Pensi mai di ritornare in America a lavorare per la NFL?

In realtà il mio apporto alla NFL è più importante in Europa che in America perché lì va tutto bene. In Europa stanno cercando di aumentare la propria audience perché vogliono diventare uno sport affermato nel mondo. Non escludo che presto possa avere un ruolo più istituzionale con la NFL in Europa nel prossimo anno. Il mio sogno più grande è organizzare la prima partita in Italia, cosa che succederà, lo dico da sempre e lo farò.

Ti piacerebbe allenare?

Mi piacerebbe tantissimo, non sono pronta quest’anno e forse lo sarò tra un paio, ma mi piace lavorare con i ragazzi, con le ragazze e trasmettere la mia passione sul campo.
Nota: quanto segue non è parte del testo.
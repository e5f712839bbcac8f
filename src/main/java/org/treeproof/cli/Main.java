package org.treeproof.cli;

import org.treeproof.data.InputException;
import org.treeproof.study.NotEnoughMemoryException;
import picocli.CommandLine;
import picocli.CommandLine.Command;

/** The {@code treeproof} command: a parent for the sub-commands. */
@Command(name = "treeproof", mixinStandardHelpOptions = true, versionProvider = Main.Version.class,
        description = "Hierarchical clustering with resampling evidence for the number of clusters.",
        subcommands = {TreeCommand.class, AssessCommand.class, DemoCommand.class, CommandLine.HelpCommand.class})
public final class Main implements java.util.concurrent.Callable<Integer> {

    @CommandLine.Spec
    CommandLine.Model.CommandSpec spec;

    public static void main(String[] args) {
        int code;
        try {
            code = run(args);
        } catch (OutOfMemoryError e) {
            System.err.println("treeproof: ran out of memory; give Java more heap (java -Xmx...), lower --threads, "
                    + "or reduce the input with --top-variable");
            code = ExitCodes.NOT_ENOUGH_MEMORY;
        }
        System.out.flush();
        System.exit(code);
    }

    /** Runs the command line and returns the exit code (see {@link ExitCodes}). */
    public static int run(String... args) {
        return new CommandLine(new Main()).registerConverter(Integer.class, Main::wholeNumber)
                .setParameterExceptionHandler(Main::onBadUsage)
                .setExecutionExceptionHandler(Main::onFailure).execute(args);
    }

    /**
     * Turns a failure into one line on stderr and an exit code: the user's problem (bad input, bad option)
     * is 2, not enough memory is 3, anything else is an internal fault (1), reported without a stack trace
     * unless TREEPROOF_DEBUG is set.
     */
    private static int onFailure(Exception e, CommandLine cmd, CommandLine.ParseResult parsed) {
        var err = cmd.getErr();
        if (e instanceof InputException) {
            err.println("treeproof: " + e.getMessage());
            return ExitCodes.BAD_INPUT;
        }
        if (org.treeproof.io.DiskFull.causedBy(e)) {
            err.println("treeproof: no space left on device; free some space and run the command again (" + e.getMessage()
                    + ")");
            return ExitCodes.BAD_INPUT;
        }
        if (e instanceof NotEnoughMemoryException) {
            err.println("treeproof: " + e.getMessage());
            return ExitCodes.NOT_ENOUGH_MEMORY;
        }
        err.println("treeproof: internal error: " + e + " (please report it; set TREEPROOF_DEBUG=1 for details)");
        if (System.getenv("TREEPROOF_DEBUG") != null) {
            e.printStackTrace(err);
        }
        return ExitCodes.INTERNAL;
    }

    private static int onBadUsage(CommandLine.ParameterException e, String[] args) {
        String message = e.getMessage();
        if (message.contains(OUT_OF_RANGE) && e.getArgSpec() instanceof CommandLine.Model.OptionSpec o) {
            String range = StudyOptions.rangeOf(o.longestName());
            message = "Invalid value for option '" + o.longestName() + "': '" + e.getValue() + "' is " + (range == null
                    ? "too large (at most " + Integer.MAX_VALUE + ")" : "out of range; " + range);
        }
        e.getCommandLine().getErr().println("treeproof: " + message
                + " (see '" + e.getCommandLine().getCommandSpec().qualifiedName() + " --help')");
        return ExitCodes.BAD_INPUT;
    }

    private static final String OUT_OF_RANGE = "is out of the range of whole numbers";

    /** A whole number; one beyond int's range is said to be out of range (the option's own range is added). */
    private static Integer wholeNumber(String value) {
        String v = value.strip();
        try {
            return Integer.valueOf(v);
        } catch (NumberFormatException e) {
            try {
                new java.math.BigInteger(v);
            } catch (NumberFormatException notWhole) {
                throw new CommandLine.TypeConversionException("'" + value + "' is not a whole number");
            }
            throw new CommandLine.TypeConversionException("'" + value + "' " + OUT_OF_RANGE);
        }
    }

    /** Without a command: the usage on stderr and exit 2, since nothing was done. */
    @Override
    public Integer call() {
        spec.commandLine().usage(spec.commandLine().getErr());
        return ExitCodes.BAD_INPUT;
    }

    /** The version from the jar's manifest, or "dev" when run from classes. */
    static final class Version implements CommandLine.IVersionProvider {
        @Override
        public String[] getVersion() {
            return new String[] {"treeproof " + toolVersion()};
        }
    }

    /** The tool's version as written in the jar manifest. */
    public static String toolVersion() {
        String v = Main.class.getPackage().getImplementationVersion();
        return v == null ? "dev" : v;
    }
}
Ho tanti sogni del cassetto, speriamo di realizzare i più belli.

C’è una figura che ti ha ispirato in questi anni?

Sicuramente Sam Rappaport, di cui parlavo prima, che ha influito tantissimo sulla mia vita, perché mi ha fatto vedere che qualcosa era possibile quando per me era una follia. Non è solo la vicepresidente del football development, ma è stata la persona che ha portato le coach donne nell'NFL. Poi mia nonna Vinicia, quando le raccontavo di mio papà, mi diceva: «Bambina se ci sono delle persone, delle cose che ami, dovrai sempre lottare». Mi ha ispirato ad andare avanti nonostante le difficoltà, a credere nella mia visione quando nessuno la vedeva. È scomparsa quando aveva 82 anni, il mio numero 82 è per lei, perché ogni volta che faccio quello che amo, la penso, le dedico ogni partita, mi ha insegnato a lottare senza lamentarmi.

E tu che consigli daresti a una ragazza che si avvicina allo sport e al football?

Direi, in primo luogo, di fare qualcosa che si ama e che appassiona, non deve essere per forza uno sport o il football. L'importante è guardarsi intorno e capire che ci sono persone pronte ad aiutarti, a credere nel tuo sogno quando per te è più difficile e sono pronte ad essere le tue sorelle. Il tuo coach può essere tuo padre quando la tua famiglia non ti supporta. Tanti mi chiedono cosa si possa dire alle famiglie per essere più “supportive”: direi a tutti i genitori di esserlo, ma quando non accade l'importante è crearsi una struttura di supporto nel proprio mondo, trovare qualcuno che crede in te.